[Stored entries]
[Start of Attachment]

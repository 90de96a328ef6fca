using System.Globalization;
using System.Text;
using System.Text.Json.Nodes;
using LoadWatch.Recordings;
using LoadWatch.Service.Tests.Pipeline;
using NodaTime;

namespace LoadWatch.Service.Tests.Arrivals;

/// <summary>A season in one CSV, of more rows than are held at once, gives what its sessions give as files of their own (I-11), and stays one content (I-1, I-4, I-5).</summary>
public sealed class LongCsvTests : IDisposable
{
    private const int Sessions = 21;
    private const int RowsOfSession = 100_000;
    private const string Names = "time,heart_rate_bpm,speed_m_s\n";

    private static readonly IReadOnlyList<string> Pieces = [.. Enumerable.Range(0, Sessions).Select(Session)];
    private static readonly byte[] Season = Some.Text(Names + string.Concat(Pieces));

    private readonly WorkingFolder folder = new();

    public void Dispose() => folder.Dispose();

    [Fact]
    public void ItGivesWhatItsSessionsGiveAsFilesOfTheirOwn()
    {
        using var apart = new WorkingFolder();
        for (var session = 0; session < Sessions; session++)
        {
            apart.Put($"anna/{session:00}.csv", Some.Text(Names + Pieces[session]));
        }

        folder.Put("anna/season.csv", Season);
        AssertSameAfterASweep(apart);
        Assert.Equal(Sessions, Activities(folder).Count());

        // Power that the file lacks: sessions are read back from it one by one, in the second sweep from the archive.
        foreach (var place in new[] { apart, folder })
        {
            place.Put("anna/a.fit", Some.Fit(Date(3)));
            place.Put("anna/b.fit", Some.Fit(Date(17), minutesAfterNoon: 20));
        }

        AssertSameAfterASweep(apart);
        Assert.Contains("\"power", folder.Export("activities"), StringComparison.Ordinal);

        var before = folder.Export();
        folder.Rebuild();
        Assert.Equal(before, folder.Export());

        // Another reference value computes it again.
        foreach (var place in new[] { apart, folder })
        {
            place.Write("anchors.csv", WorkingFolder.Anchors + "anna,2026-01-02,heart_rate_max,181,bpm,,\n");
        }

        AssertSameAfterASweep(apart);
        Assert.NotEqual(before, folder.Export());
    }

    [Fact]
    public void AllOfItsSessionsComeInOneCommit()
    {
        folder.Put("anna/season.csv", Season);
        string[] sweep = ["sweep", "--config", folder.ConfigPath, "--as-of", WorkingFolder.NowText];

        Assert.NotEqual(0, Loadwatch.RunAndKillAt("decoded", sweep).Code);
        Assert.Equal(ArrivalState.Waiting, Assert.Single(folder.Arrivals()).State);
        Assert.Empty(folder.Export("activities"));

        var ended = Loadwatch.Run(sweep);
        Assert.True(ended.Code == 0, ended.Output + ended.Errors);
        using var undisturbed = new WorkingFolder();
        undisturbed.Put("anna/season.csv", Season);
        undisturbed.Sweep();
        Assert.Equal(undisturbed.Export(), folder.Export());
    }

    [Fact]
    public void InAZipFileItIsTheSame()
    {
        using var packed = new WorkingFolder(intake: "\"largest_file_megabytes\": 128");
        packed.Put("anna/season.zip", Some.Zip(("season.csv", Season)));
        packed.Put("anna/a.fit", Some.Fit(Date(3)));
        folder.Put("anna/season.csv", Season);
        folder.Put("anna/a.fit", Some.Fit(Date(3)));

        AssertSameAfterASweep(packed);
    }

    private void AssertSameAfterASweep(WorkingFolder other)
    {
        other.Sweep();
        folder.Sweep();
        Assert.Equal(other.Export("days"), folder.Export("days"));
        Assert.Equal(Activities(other), Activities(folder));
    }

    /// <summary>Which content and which recording of it an activity was made of differs, nothing else.</summary>
    private static IEnumerable<string> Activities(WorkingFolder place) => place.Export("activities").Split('\n', StringSplitOptions.RemoveEmptyEntries).Select(line =>
    {
        var activity = JsonNode.Parse(line)!.AsObject();
        activity.Remove("recordings");
        return activity.ToJsonString();
    });

    private static LocalDate Date(int session) => Some.Yesterday.PlusDays(session - Sessions + 1);

    /// <summary>Twenty rows a second from noon on, for 83 min.</summary>
    private static string Session(int session)
    {
        var text = new StringBuilder();
        var start = (Date(session) + new LocalTime(12, 0)).InUtc().ToDateTimeUtc();
        for (var row = 0; row < RowsOfSession; row++)
        {
            text.Append(CultureInfo.InvariantCulture, $"{start.AddMilliseconds(row * 50.0):yyyy-MM-dd'T'HH:mm:ss.fff'Z'},{120 + (row / 1_200 % 40) + (session % 5)},{2 + (row / 900 % 30 / 10.0)}\n");
        }

        return text.ToString();
    }
}
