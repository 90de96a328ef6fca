using System.Globalization;
using LoadWatch.Anchors;
using LoadWatch.Loads;
using LoadWatch.People;
using LoadWatch.Service.Export;
using LoadWatch.Stimulus;
using NodaTime;

namespace LoadWatch.Service.Explain;

/// <summary>A reference value with its unit, its source, its date and how sure it is.</summary>
internal static class AnchorText
{
    /// <summary><c>critical_power (cycling) = 250 W, observed, holds from 2026-06-01: NOTE</c>.</summary>
    public static string Of(Anchor anchor)
    {
        var since = anchor.Date is { } date ? $"holds from {Words.Date(date)}" : "undated, holds from the beginning";
        var shown = anchor.ShownOn is { } on && on != anchor.Date ? $", last shown on {Words.Date(on)}" : "";
        var note = anchor.Note is { } words ? $": {OneLine.Of(words)}" : "";
        return $"{Name(anchor.Kind, anchor.Sport, anchor.Exercise, anchor.Machine)} = {Value(anchor.Value, anchor.Kind)}, {Words.Of(anchor.Source)}, {since}{shown}{note}";
    }

    /// <summary>The kind, and what it is of where it is of one sport, exercise or machine: <c>one_repetition_max leg_press</c>.</summary>
    public static string Name(AnchorKind kind, params IEnumerable<string?> of) =>
        string.Concat(of.OfType<string>().Select(word => $" {OneLine.Of(word)}").Prepend(AnchorKinds.Of(kind).Name));

    /// <summary>With its unit; a pure number has none.</summary>
    public static string Value(double value, AnchorKind kind) =>
        $"{value.ToString("0.###", CultureInfo.InvariantCulture)}{(AnchorKinds.Of(kind).Unit is var unit and not "1" ? $" {unit}" : "")}";

    /// <summary>The maximal heart rate that age lets expect; null where the birth year is unknown.</summary>
    public static string? ByAge(Person person, LocalDate date, HeartRateMaxEquation equation) =>
        person.AgeOn(date) is { } age && equation.BpmAt(age, person.Sex) is { } bpm
            ? string.Create(CultureInfo.InvariantCulture, $"heart_rate_max = {bpm:0.#} bpm, estimated from {age} years by the line of {Author(equation)}, on {Words.Date(date)}; single people differ from it by about 10 bpm (standard deviation, from memory)")
            : null;

    /// <summary>How far off the estimator takes a capacity to be; null for a kind that it does not read.</summary>
    public static string? Error(Anchor anchor) => anchor.Kind switch
    {
        AnchorKind.WPrime or AnchorKind.DPrime => $"{Percent(CapacityError.WPrime)} (an assumption, whoever measured it)",
        AnchorKind.CriticalPower or AnchorKind.PowerMax or AnchorKind.CriticalSpeed or AnchorKind.SpeedMax =>
            $"{Percent(CapacityError.Of(anchor.Source))} (an assumption for {Words.Of(anchor.Source)} values)",
        AnchorKind.OneRepetitionMax => $"{Percent(CapacityError.OfOneRepetitionMax(anchor.Source))} (an assumption for {Words.Of(anchor.Source)} values){Borrowed(anchor)}",
        _ => null,
    };

    /// <summary>What is to be known of one that rests on sessions further back than those of a month; empty of others.</summary>
    public static string Age(ObservedAnchor one, LocalDate on) => one.ShownOn < on.PlusMonths(-ObservedAnchors.Months)
        ? $"; what showed it is more than {ObservedAnchors.Months} months old: sessions since have shown no value beyond its error, or none at all, and it is read as surely as then"
        : "";

    /// <summary>A measured maximum of no machine is less sure on one.</summary>
    private static string Borrowed(Anchor anchor) => anchor is { Source: AnchorSource.Measured, Machine: null }
        ? $", {Percent(CapacityError.OfOneRepetitionMax(anchor.Source, isOfMachine: false))} of a set on a machine"
        : "";

    private static string Percent(double share) => (share * 100).ToString("0.#", CultureInfo.InvariantCulture) + " %";

    private static string Author(HeartRateMaxEquation equation) => equation switch
    {
        HeartRateMaxEquation.Nes => "Nes et al. 2013, Scand J Med Sci Sports 23:697-704",
        HeartRateMaxEquation.Gellish => "Gellish et al. 2007, Med Sci Sports Exerc 39:822-829 (equation from memory)",
        HeartRateMaxEquation.Gulati => "Gulati et al. 2010, Circulation 122:130-137, for women; of others Tanaka et al. 2001",
        HeartRateMaxEquation.Sydo => "Sydó et al. 2014, Mayo Clin Proc",
        _ => "Tanaka, Monahan and Seals 2001, J Am Coll Cardiol 37:153-156",
    };
}
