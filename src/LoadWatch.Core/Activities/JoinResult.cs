using NodaTime;

namespace LoadWatch.Activities;

/// <param name="Activities">By date, then start, those without one last, then key.</param>
/// <param name="Questions">By date, then sentence.</param>
/// <param name="UnknownExercises">Words of set rows that the table of exercises does not hold, each once a date, by date, then word.</param>
public sealed record JoinResult(
    IReadOnlyList<JoinedActivity> Activities,
    IReadOnlyList<JoinQuestion> Questions,
    IReadOnlyList<UnknownExercise> UnknownExercises);

/// <summary>An exercise without a body region that was done on a date.</summary>
public sealed record UnknownExercise(LocalDate Date, string Word);

/// <summary>Rows that could not be joined, as a question to staff.</summary>
/// <param name="Sentence">Without a name: what is not clear and what would settle it.</param>
/// <param name="MayWait">The recording may only be late: to be asked some days later.</param>
public sealed record JoinQuestion(LocalDate Date, string Sentence, bool MayWait = false);
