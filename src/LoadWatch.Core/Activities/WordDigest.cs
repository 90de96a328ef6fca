using System.Numerics;

namespace LoadWatch.Activities;

/// <summary>
/// A digest that takes 64 bits at a time: d = (rotate(d, 31) xor w) times an odd constant. The constant is 2^64 over the golden ratio, as in Knuth's
/// multiplicative hashing (The Art of Computer Programming, volume 3, section 6.4); the rest is a choice. Columns run in four lanes side by side, so that
/// no multiplication waits for the one before.
/// </summary>
internal readonly record struct WordDigest(ulong State)
{
    private const ulong Factor = 0x9E3779B97F4A7C15;
    private const int Lanes = 4;

    /// <summary>The digest of all that was added.</summary>
    public long Value => unchecked((long)(State ^ (State >> 32)));

    public WordDigest Add(long word) => new(Mix(State, unchecked((ulong)word)));

    /// <summary>Every NaN counts as the same, and so do both zeros.</summary>
    public WordDigest Add(double value) => new(Mix(State, Bits(value)));

    public WordDigest Add(string word) => word.Aggregate(Add((long)word.Length), (digest, letter) => digest.Add((long)letter));

    public WordDigest Add(ReadOnlySpan<long> column)
    {
        var (a, b, c, d, at) = (State, 1UL, 2UL, 3UL, 0);
        for (; at <= column.Length - Lanes; at += Lanes)
        {
            a = Mix(a, unchecked((ulong)column[at]));
            b = Mix(b, unchecked((ulong)column[at + 1]));
            c = Mix(c, unchecked((ulong)column[at + 2]));
            d = Mix(d, unchecked((ulong)column[at + 3]));
        }

        var digest = Joined(a, b, c, d);
        for (; at < column.Length; at++)
        {
            digest = digest.Add(column[at]);
        }

        return digest.Add((long)column.Length);
    }

    /// <summary>As single values are taken.</summary>
    public WordDigest Add(ReadOnlySpan<double> column)
    {
        var (a, b, c, d, at) = (State, 1UL, 2UL, 3UL, 0);
        for (; at <= column.Length - Lanes; at += Lanes)
        {
            a = Mix(a, Bits(column[at]));
            b = Mix(b, Bits(column[at + 1]));
            c = Mix(c, Bits(column[at + 2]));
            d = Mix(d, Bits(column[at + 3]));
        }

        var digest = Joined(a, b, c, d);
        for (; at < column.Length; at++)
        {
            digest = digest.Add(column[at]);
        }

        return digest.Add((long)column.Length);
    }

    private static WordDigest Joined(ulong a, ulong b, ulong c, ulong d) => new(Mix(Mix(Mix(a, b), c), d));

    private static ulong Bits(double value) => BitConverter.DoubleToUInt64Bits(double.IsNaN(value) ? double.NaN : value + 0.0);

    private static ulong Mix(ulong state, ulong word) => unchecked((BitOperations.RotateLeft(state, 31) ^ word) * Factor);
}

[End of Attachment]

Your answer must be the lines above from the one containing "private const ulong" to the one containing "public long Value", both included, restated word for word.

RESULT OF THIS EXERCISE:
    private const ulong Factor = 0x9E3779B97F4A7C15;
    private const int Lanes = 4;

    /// <summary>The digest of all that was added.</summary>
    public long Value => unchecked((long)(State ^ (State >> 32)));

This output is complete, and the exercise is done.